(Records contained in a dataset)
_ _ _ _ _
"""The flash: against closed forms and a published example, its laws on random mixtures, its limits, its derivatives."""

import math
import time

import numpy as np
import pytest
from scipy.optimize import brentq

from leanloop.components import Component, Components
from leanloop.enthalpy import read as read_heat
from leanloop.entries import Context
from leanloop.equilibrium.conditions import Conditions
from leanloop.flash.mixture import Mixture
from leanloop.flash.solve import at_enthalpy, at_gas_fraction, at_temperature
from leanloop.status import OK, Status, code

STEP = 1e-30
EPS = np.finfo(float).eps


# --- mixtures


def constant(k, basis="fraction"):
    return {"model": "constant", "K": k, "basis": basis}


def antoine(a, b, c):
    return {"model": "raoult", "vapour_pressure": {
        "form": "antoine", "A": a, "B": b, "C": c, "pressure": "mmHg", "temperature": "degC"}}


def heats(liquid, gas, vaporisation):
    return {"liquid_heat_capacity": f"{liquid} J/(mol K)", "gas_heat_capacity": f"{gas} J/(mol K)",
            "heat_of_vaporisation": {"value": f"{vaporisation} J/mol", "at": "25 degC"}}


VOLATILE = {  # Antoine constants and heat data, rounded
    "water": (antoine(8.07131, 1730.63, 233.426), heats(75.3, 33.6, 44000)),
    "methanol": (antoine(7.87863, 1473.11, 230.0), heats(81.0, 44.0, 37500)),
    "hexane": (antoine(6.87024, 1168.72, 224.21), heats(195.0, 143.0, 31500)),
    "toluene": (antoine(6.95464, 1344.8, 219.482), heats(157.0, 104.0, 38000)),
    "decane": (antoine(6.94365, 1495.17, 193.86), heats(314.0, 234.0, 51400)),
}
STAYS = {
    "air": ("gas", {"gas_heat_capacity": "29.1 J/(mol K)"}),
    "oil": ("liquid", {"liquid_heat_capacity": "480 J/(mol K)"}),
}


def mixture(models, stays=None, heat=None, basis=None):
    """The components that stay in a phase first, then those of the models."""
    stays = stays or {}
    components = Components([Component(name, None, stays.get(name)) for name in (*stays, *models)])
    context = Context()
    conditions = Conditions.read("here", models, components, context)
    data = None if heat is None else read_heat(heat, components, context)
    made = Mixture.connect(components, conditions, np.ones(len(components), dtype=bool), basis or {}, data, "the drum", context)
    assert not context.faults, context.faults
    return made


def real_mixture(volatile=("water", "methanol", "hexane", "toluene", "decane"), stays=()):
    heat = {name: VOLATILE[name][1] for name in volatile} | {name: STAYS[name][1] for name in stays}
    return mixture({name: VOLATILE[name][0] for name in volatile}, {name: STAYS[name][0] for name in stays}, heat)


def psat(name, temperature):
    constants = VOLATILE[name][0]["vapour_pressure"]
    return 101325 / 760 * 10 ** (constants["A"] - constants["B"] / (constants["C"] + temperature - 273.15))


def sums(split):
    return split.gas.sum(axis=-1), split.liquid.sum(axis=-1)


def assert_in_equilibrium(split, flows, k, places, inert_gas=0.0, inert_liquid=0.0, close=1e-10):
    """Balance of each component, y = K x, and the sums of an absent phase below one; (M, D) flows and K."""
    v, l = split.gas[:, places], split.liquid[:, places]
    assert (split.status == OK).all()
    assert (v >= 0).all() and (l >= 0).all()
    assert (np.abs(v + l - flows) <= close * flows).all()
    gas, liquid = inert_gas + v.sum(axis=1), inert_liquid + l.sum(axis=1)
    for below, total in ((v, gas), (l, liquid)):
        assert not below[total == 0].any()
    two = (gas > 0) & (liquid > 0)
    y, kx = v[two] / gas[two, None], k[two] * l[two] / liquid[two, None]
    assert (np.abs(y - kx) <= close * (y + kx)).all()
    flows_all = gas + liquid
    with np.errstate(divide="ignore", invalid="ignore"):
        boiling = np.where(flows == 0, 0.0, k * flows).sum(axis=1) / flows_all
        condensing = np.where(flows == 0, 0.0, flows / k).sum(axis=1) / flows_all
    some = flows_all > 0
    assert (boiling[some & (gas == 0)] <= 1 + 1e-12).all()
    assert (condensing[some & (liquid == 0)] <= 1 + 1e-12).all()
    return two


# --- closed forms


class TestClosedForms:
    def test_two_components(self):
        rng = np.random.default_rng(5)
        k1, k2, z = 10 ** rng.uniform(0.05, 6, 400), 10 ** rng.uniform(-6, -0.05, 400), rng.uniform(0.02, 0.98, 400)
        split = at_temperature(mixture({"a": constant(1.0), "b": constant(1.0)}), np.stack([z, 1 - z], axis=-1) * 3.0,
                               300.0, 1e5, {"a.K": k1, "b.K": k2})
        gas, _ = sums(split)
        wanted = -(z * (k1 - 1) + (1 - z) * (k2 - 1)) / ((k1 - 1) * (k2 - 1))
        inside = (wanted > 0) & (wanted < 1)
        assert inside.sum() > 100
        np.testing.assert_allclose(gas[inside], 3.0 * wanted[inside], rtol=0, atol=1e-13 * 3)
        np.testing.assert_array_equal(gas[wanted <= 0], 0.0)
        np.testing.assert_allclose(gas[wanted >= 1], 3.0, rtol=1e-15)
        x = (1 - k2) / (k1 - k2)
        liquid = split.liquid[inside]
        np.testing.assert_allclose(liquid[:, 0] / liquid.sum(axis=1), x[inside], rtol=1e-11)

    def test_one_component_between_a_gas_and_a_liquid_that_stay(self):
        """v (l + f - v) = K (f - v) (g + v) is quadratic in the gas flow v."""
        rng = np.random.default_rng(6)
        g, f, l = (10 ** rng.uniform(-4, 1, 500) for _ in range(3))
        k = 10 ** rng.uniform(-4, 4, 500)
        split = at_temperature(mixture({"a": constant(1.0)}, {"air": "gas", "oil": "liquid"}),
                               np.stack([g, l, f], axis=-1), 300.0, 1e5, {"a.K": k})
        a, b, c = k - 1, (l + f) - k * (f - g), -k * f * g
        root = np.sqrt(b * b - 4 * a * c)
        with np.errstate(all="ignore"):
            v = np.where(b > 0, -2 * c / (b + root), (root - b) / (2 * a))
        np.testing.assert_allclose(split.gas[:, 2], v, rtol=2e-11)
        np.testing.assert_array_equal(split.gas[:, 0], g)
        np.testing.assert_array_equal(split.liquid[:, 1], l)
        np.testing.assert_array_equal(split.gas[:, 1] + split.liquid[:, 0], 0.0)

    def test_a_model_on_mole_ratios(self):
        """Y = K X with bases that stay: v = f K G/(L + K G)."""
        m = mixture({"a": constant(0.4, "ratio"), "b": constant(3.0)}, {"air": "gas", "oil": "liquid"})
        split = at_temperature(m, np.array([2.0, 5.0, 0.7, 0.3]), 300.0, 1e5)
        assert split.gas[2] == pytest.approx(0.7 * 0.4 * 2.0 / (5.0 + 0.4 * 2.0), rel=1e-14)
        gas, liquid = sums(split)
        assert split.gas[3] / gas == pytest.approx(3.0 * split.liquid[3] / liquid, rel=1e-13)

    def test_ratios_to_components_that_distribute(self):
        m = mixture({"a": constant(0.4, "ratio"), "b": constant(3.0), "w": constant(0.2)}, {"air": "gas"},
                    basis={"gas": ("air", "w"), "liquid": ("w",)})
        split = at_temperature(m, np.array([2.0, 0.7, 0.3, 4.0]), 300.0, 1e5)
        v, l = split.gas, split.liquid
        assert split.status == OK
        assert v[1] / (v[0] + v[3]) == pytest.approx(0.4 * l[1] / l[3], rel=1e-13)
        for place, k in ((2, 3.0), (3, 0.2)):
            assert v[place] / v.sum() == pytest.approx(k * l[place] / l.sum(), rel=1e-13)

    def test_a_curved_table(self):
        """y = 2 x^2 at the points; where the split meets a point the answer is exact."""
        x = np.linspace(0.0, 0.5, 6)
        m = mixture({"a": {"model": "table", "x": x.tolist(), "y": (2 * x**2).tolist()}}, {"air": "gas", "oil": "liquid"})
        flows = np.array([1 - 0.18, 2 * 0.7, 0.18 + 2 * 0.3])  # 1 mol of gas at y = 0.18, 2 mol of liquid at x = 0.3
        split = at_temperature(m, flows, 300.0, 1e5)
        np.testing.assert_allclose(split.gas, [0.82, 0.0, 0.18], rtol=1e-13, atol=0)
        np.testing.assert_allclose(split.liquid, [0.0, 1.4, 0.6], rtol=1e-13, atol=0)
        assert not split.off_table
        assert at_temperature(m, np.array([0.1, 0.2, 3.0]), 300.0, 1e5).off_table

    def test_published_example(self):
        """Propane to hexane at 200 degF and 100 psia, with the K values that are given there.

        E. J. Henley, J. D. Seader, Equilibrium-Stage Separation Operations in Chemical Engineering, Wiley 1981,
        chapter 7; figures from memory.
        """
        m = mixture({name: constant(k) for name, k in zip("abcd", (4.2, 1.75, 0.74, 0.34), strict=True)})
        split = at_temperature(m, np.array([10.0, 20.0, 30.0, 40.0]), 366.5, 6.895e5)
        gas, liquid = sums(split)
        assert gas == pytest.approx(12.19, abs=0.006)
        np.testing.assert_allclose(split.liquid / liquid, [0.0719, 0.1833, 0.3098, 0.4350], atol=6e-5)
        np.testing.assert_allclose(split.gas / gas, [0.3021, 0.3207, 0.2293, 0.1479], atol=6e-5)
_ _ _ _ _
- [Problem details] Each line above from the one with "data = None" up to and including the one with "return split.gas.sum(axis=-1), split.liquid.sum(axis=-1)" must be set down exactly, and no line outside that span may appear.

- [Output for this exercise]
    data = None if heat is None else read_heat(heat, components, context)
    made = Mixture.connect(components, conditions, np.ones(len(components), dtype=bool), basis or {}, data, "the drum", context)
    assert not context.faults, context.faults
    return made


def real_mixture(volatile=("water", "methanol", "hexane", "toluene", "decane"), stays=()):
    heat = {name: VOLATILE[name][1] for name in volatile} | {name: STAYS[name][1] for name in stays}
    return mixture({name: VOLATILE[name][0] for name in volatile}, {name: STAYS[name][0] for name in stays}, heat)


def psat(name, temperature):
    constants = VOLATILE[name][0]["vapour_pressure"]
    return 101325 / 760 * 10 ** (constants["A"] - constants["B"] / (constants["C"] + temperature - 273.15))


def sums(split):
    return split.gas.sum(axis=-1), split.liquid.sum(axis=-1)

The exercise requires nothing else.